Examine the records below and count how many lines contain the string "from". Give only the number.
::::
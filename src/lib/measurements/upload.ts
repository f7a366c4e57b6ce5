/**
 * The upload form's fields other than the file: what the measurement is, where it was taken, and
 * the units of its two columns. Checked the same way in the browser (errors beside the fields as
 * the analyst types) and on the server (which never trusts the preview).
 */
import { z } from 'zod';
import { findUnit, kindSpecs, measurementKinds, operatingPointUnits, toSi, type MeasurementKind, type OperatingPoint, type Unit } from './kinds.js';

/** Bounds of the operating point, as for a case (`solver/case.ts`). */
export const operatingPointBounds = {
	superficialGasVelocityMS: [0, 1],
	temperatureK: [250, 500],
	pressurePa: [1e4, 1e7]
} as const;

const numberish = z.union([z.number(), z.string()]);

export const uploadFormSchema = z.object({
	kind: z.enum(measurementKinds, { error: 'Choose what was measured' }),
	name: z.string().trim().min(1, { error: 'Give the measurement a name' }).max(120, { error: 'The name must be at most 120 characters' }),
	sourceNote: z.string().trim().max(2000, { error: 'The source note must be at most 2000 characters' }).default(''),
	xUnit: z.string(),
	yUnit: z.string(),
	superficialGasVelocity: numberish,
	superficialGasVelocityUnit: z.string().default('m/s'),
	temperature: numberish,
	temperatureUnit: z.string().default('C'),
	pressure: numberish,
	pressureUnit: z.string().default('kPa')
});
export type UploadForm = z.input<typeof uploadFormSchema>;

export interface UploadMeta {
	kind: MeasurementKind;
	name: string;
	sourceNote: string;
	units: { x: string; y: string };
	operatingPoint: OperatingPoint;
}

export type UploadMetaResult = { ok: true; meta: UploadMeta } | { ok: false; fieldErrors: Record<string, string> };

function readNumber(v: string | number): number | null {
	if (typeof v === 'number') return Number.isFinite(v) ? v : null;
	const t = v.trim();
	if (!/^[+-]?(\d+\.?\d*|\.\d+)([eE][+-]?\d+)?$/.test(t)) return null;
	return Number(t);
}

/** Check the form fields and convert the operating point to SI; errors are keyed by field name. */
export function validateUploadMeta(form: unknown): UploadMetaResult {
	const parsed = uploadFormSchema.safeParse(form);
	const fieldErrors: Record<string, string> = {};
	if (!parsed.success) {
		for (const issue of parsed.error.issues) {
			const key = String(issue.path[0] ?? 'form');
			fieldErrors[key] ??= issue.message;
		}
		return { ok: false, fieldErrors };
	}
	const f = parsed.data;
	const spec = kindSpecs[f.kind];
	if (!findUnit(spec.x.quantity, f.xUnit)) fieldErrors.xUnit = `Choose a unit for ${spec.x.label}`;
	if (!findUnit(spec.y.quantity, f.yUnit)) fieldErrors.yUnit = `Choose a unit for ${spec.y.label}`;

	const quantity = (
		field: 'superficialGasVelocity' | 'temperature' | 'pressure',
		units: readonly Unit[],
		unitId: string,
		bounds: readonly [number, number],
		label: string,
		siUnit: string
	): number => {
		const unit = units.find((u) => u.id === unitId);
		if (!unit) {
			fieldErrors[`${field}Unit`] = `Choose a unit for the ${label}`;
			return NaN;
		}
		const v = readNumber(f[field]);
		if (v === null) {
			fieldErrors[field] = `The ${label} must be a number`;
			return NaN;
		}
		const si = toSi(v, unit);
		if (si < bounds[0] || si > bounds[1]) fieldErrors[field] = `The ${label} must lie between ${bounds[0]} and ${bounds[1]} ${siUnit}`;
		return si;
	};
	const operatingPoint: OperatingPoint = {
		superficialGasVelocityMS: quantity('superficialGasVelocity', operatingPointUnits.superficialGasVelocity, f.superficialGasVelocityUnit, operatingPointBounds.superficialGasVelocityMS, 'superficial gas velocity', 'm/s'),
		temperatureK: quantity('temperature', operatingPointUnits.temperature, f.temperatureUnit, operatingPointBounds.temperatureK, 'temperature', 'K'),
		pressurePa: quantity('pressure', operatingPointUnits.pressure, f.pressureUnit, operatingPointBounds.pressurePa, 'pressure', 'Pa')
	};
	if (Object.keys(fieldErrors).length) return { ok: false, fieldErrors };
	return { ok: true, meta: { kind: f.kind, name: f.name, sourceNote: f.sourceNote, units: { x: f.xUnit, y: f.yUnit }, operatingPoint } };
}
::::
Exercise solution - 2